One other claim of error requires discussion. It was argued that the shipments in question consisted of ordinary anthracite, of egg, stove or chestnut size, and the defendant claims that they were not embraced within the terms of the supplemental schedule. Both the schedule in effect before the supplemental schedule was filed and that schedule are entitled "Joint Coal Tariff, applying on Anthracite Coal and Anthracite Briquettes and Boulets, in Carloads," and they state four rates in as many columns, headed, respectively, "Prepared and Anthracite Briquettes and Boulets," "Pea," "Buckwheat," "Rice and smaller sizes." Defendant's counsel contend that the phrase "Prepared and Anthracite Briquettes and Boulets" purports to cover only artificial coal products, and not coal in its native form, or at least that the trial court could not apply it to the latter in the absence of information from those versed in such matters, that it properly included such coal. "Prepared Coal," in the anthracite coal trade, has, however, an established meaning; it is used to describe the sizes of coal above pea. Rates forTransportation of Anthracite Coal, 35 I. C. C. Rep. 220, 223; Meeker Co. v. Lehigh Valley R. Co., 21 I. C. C. Rep. 129, 131. Read in connection with the title of these schedules, the heading of the first column *Page 736 can only be interpreted to include anthracite coal in its native form in sizes above pea and briquettes and boulets made from anthracite coal. It therefore includes the coal in question.
The situation before the court was, then, this: The schedules of rates offered in evidence applied to the shipments in question, if they had been validly established; both by reason of the presumption that the plaintiff had taken all steps necessary validly to establish the rates contained in them, and by reason of the provisions of the statute making the copies prima facie evidence of their contents, the plaintiff was entitled, upon putting them in evidence, to rest its case, and, in the absence of other evidence, the verdict in its favor was well found.

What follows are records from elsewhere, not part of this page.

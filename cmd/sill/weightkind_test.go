package main

import (
	"encoding/json"
	"os"
	"strings"
	"testing"
)

// An invented set of parcel scans: six kept parcels of each kind, the
// cleared ones kept 1 in 10 (weight 10) and every held one kept (weight 1),
// the mark of a class downsampled; weights2 varies within the classes.
const tollbrookScans = "parcel,score,label,weight,weights2\n" +
	"TB-1,0.95,1,1,1\n" +
	"TB-2,0.90,1,1,2\n" +
	"TB-3,0.80,0,10,10\n" +
	"TB-4,0.75,1,1,1\n" +
	"TB-5,0.60,0,10,12\n" +
	"TB-6,0.55,1,1,1\n" +
	"TB-7,0.40,0,10,10\n" +
	"TB-8,0.30,1,1,3\n" +
	"TB-9,0.20,0,10,10\n" +
	"TB-10,0.15,0,10,8\n" +
	"TB-11,0.10,1,1,1\n" +
	"TB-12,0.05,0,10,10\n"

// TestReportNamesWeightKind runs report end to end and checks that the
// kind of weights is named in JSON (weight_kind, null without weights),
// in the text header and in the Markdown header, with the design the
// sampling weights were found to have.
func TestReportNamesWeightKind(t *testing.T) {
	path := writeFile(t, t.TempDir(), "tollbrook.csv", []byte(tollbrookScans))
	for _, tc := range []struct {
		name  string
		args  []string
		kind  any    // weight_kind in JSON
		words string // in the text and Markdown headers; "" for none
	}{
		{"no weights", nil, nil, ""},
		{"frequency", []string{"--weight", "weight", "--weight-kind", "frequency"}, "frequency", "frequency weights"},
		// 1 and 10 as the rows above give them.
		{"sampling, downsampled", []string{"--weight", "weight", "--weight-kind", "sampling"}, "sampling", "sampling weights, one class downsampled: every true case weighs 1, every false case 10"},
		{"sampling, varying", []string{"--weight", "weights2", "--weight-kind", "sampling"}, "sampling", "sampling weights"},
	} {
		t.Run(tc.name, func(t *testing.T) {
			out := reportJSON(t, append([]string{path}, tc.args...)...)
			if got, ok := out["weight_kind"]; !ok || got != tc.kind {
				t.Errorf("weight_kind %v (present %v), want %v", got, ok, tc.kind)
			}
			text := runSill(t, "", append([]string{"report", path}, tc.args...)...)
			md := runSill(t, "", append([]string{"report", "--format", "markdown", path}, tc.args...)...)
			if text.code != 0 || md.code != 0 {
				t.Fatalf("exit %d/%d: %s%s", text.code, md.code, text.stderr, md.stderr)
			}
			textHead := strings.SplitN(text.stdout, "\n", 4)[2]
			mdHead := strings.SplitN(md.stdout, "\n", 4)[2]
			if tc.words == "" {
				if strings.Contains(textHead, "weight") || strings.Contains(mdHead, "weight") {
					t.Errorf("headers name weights without any:\n%s\n%s", textHead, mdHead)
				}
				return
			}
			if !strings.HasSuffix(textHead, " · "+tc.words) {
				t.Errorf("text header %q, want it to end %q", textHead, tc.words)
			}
			if !strings.HasSuffix(mdHead, ", "+tc.words) {
				t.Errorf("Markdown header %q, want it to end %q", mdHead, tc.words)
			}
		})
	}
}

// TestCheckNamesWeightKind saves a decision on the downsampled scans with
// sampling weights and checks the same scans against it: check names the
// kinds in JSON (weight_kind for the new data, validation_weight_kind for
// the file's; null without weights) and in its text lines.
func TestCheckNamesWeightKind(t *testing.T) {
	dir := t.TempDir()
	path := writeFile(t, dir, "tollbrook.csv", []byte(tollbrookScans))
	cutPath := dir + "/cut.yaml"
	if r := runSill(t, "", "report", path, "--weight", "weight", "--weight-kind", "sampling", "--cut", "top=4", "--save", cutPath); r.code != 0 {
		t.Fatalf("save: exit %d: %s", r.code, r.stderr)
	}
	if saved, err := os.ReadFile(cutPath); err != nil || !strings.Contains(string(saved), "\n  squared_weights:\n") {
		t.Errorf("the saved decision has no data.squared_weights under sampling weights (read error %v)", err)
	}
	for _, tc := range []struct {
		name          string
		args          []string
		kind          any    // weight_kind
		text          string // in the new-data line
		validation    any    // validation_weight_kind
		validationTxt string // in the expected line
	}{
		// The file's kind is the new data's unless --weight-kind says otherwise.
		{"as the file says", []string{"--weight", "weight"}, "sampling", "(sampling weights, one class downsampled: every true case weighs 1, every false case 10)", "sampling", "rows, sampling weights)"},
		{"declared frequency", []string{"--weight", "weight", "--weight-kind", "frequency"}, "frequency", "(frequency weights)", "sampling", "rows, sampling weights)"},
		{"unweighted new data", nil, nil, "flags 2 of them", "sampling", "rows, sampling weights)"},
	} {
		t.Run(tc.name, func(t *testing.T) {
			args := append([]string{"check", cutPath, path}, tc.args...)
			res := runSill(t, "", append(args, "--format", "json")...)
			if res.code == 2 {
				t.Fatalf("exit 2: %s", res.stderr)
			}
			var out map[string]any
			if err := json.Unmarshal([]byte(res.stdout), &out); err != nil {
				t.Fatal(err)
			}
			if got, ok := out["weight_kind"]; !ok || got != tc.kind {
				t.Errorf("weight_kind %v (present %v), want %v", got, ok, tc.kind)
			}
			if got, ok := out["validation_weight_kind"]; !ok || got != tc.validation {
				t.Errorf("validation_weight_kind %v (present %v), want %v", got, ok, tc.validation)
			}
			text := runSill(t, "", args...).stdout
			if !strings.Contains(text, tc.text) || !strings.Contains(text, tc.validationTxt) {
				t.Errorf("text lacks %q or %q:\n%s", tc.text, tc.validationTxt, text)
			}
		})
	}
}

// TestCheckWarnsWithoutSquaredWeights: a decision saved under sampling
// weights before data.squared_weights existed (the key taken out of a
// saved one) reads the validated classes' noise coarsely; check says so
// with the fix in text and as a JSON warning, and says nothing of it for
// the file as saved.
func TestCheckWarnsWithoutSquaredWeights(t *testing.T) {
	dir := t.TempDir()
	path := writeFile(t, dir, "tollbrook.csv", []byte(tollbrookScans))
	cutPath := dir + "/cut.yaml"
	if r := runSill(t, "", "report", path, "--weight", "weight", "--weight-kind", "sampling", "--cut", "top=4", "--save", cutPath); r.code != 0 {
		t.Fatalf("save: exit %d: %s", r.code, r.stderr)
	}
	saved, err := os.ReadFile(cutPath)
	if err != nil {
		t.Fatal(err)
	}
	// The key's block: its line and the deeper-indented lines under it.
	var kept []string
	inside := false
	for _, line := range strings.Split(string(saved), "\n") {
		switch {
		case line == "  squared_weights:":
			inside = true
			continue
		case inside && strings.HasPrefix(line, "    "):
			continue
		}
		inside = false
		kept = append(kept, line)
	}
	older := writeFile(t, dir, "older.yaml", []byte(strings.Join(kept, "\n")))
	if strings.Contains(strings.Join(kept, "\n"), "squared_weights") || len(kept) == len(strings.Split(string(saved), "\n")) {
		t.Fatalf("the key was not taken out:\n%s", strings.Join(kept, "\n"))
	}
	const fix = "save the decision again with this version"
	for _, tc := range []struct {
		name string
		file string
		want bool
	}{{"as saved", cutPath, false}, {"saved before the key", older, true}} {
		t.Run(tc.name, func(t *testing.T) {
			text := runSill(t, "", "check", tc.file, path, "--weight", "weight")
			if text.code == 2 {
				t.Fatalf("exit 2: %s", text.stderr)
			}
			if got := strings.Contains(text.stdout, "\nwarning: the decision file was saved under sampling weights before the squared weights") && strings.Contains(text.stdout, fix); got != tc.want {
				t.Errorf("text warns of the missing key: %v, want %v\n%s", got, tc.want, text.stdout)
			}
			res := runSill(t, "", "check", tc.file, path, "--weight", "weight", "--format", "json")
			var out struct {
				Warnings []string `json:"warnings"`
			}
			if err := json.Unmarshal([]byte(res.stdout), &out); err != nil {
				t.Fatal(err)
			}
			if out.Warnings == nil {
				t.Errorf("json warnings is null, want a list")
			}
			if got := len(out.Warnings) == 1 && strings.Contains(out.Warnings[0], "data.squared_weights") && strings.Contains(out.Warnings[0], fix); got != tc.want {
				t.Errorf("json warnings %q, want the missing key's: %v", out.Warnings, tc.want)
			}
		})
	}
}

The trial court improperly treated as evidence certain statements of counsel, to the effect that there were no tariffs in existence covering shipments of anthracite coal over this route other than those in evidence, but, in view of the situation presented, no harm could have been done thereby. The charge was in other respects somewhat informal, but it was rather favorable to the defendant than otherwise and contains nothing which could have misled the jury. In the light of our conclusions upon the main issues of the case, the other claims of error do not require discussion.
There is no error.
In this opinion the other judges concurred.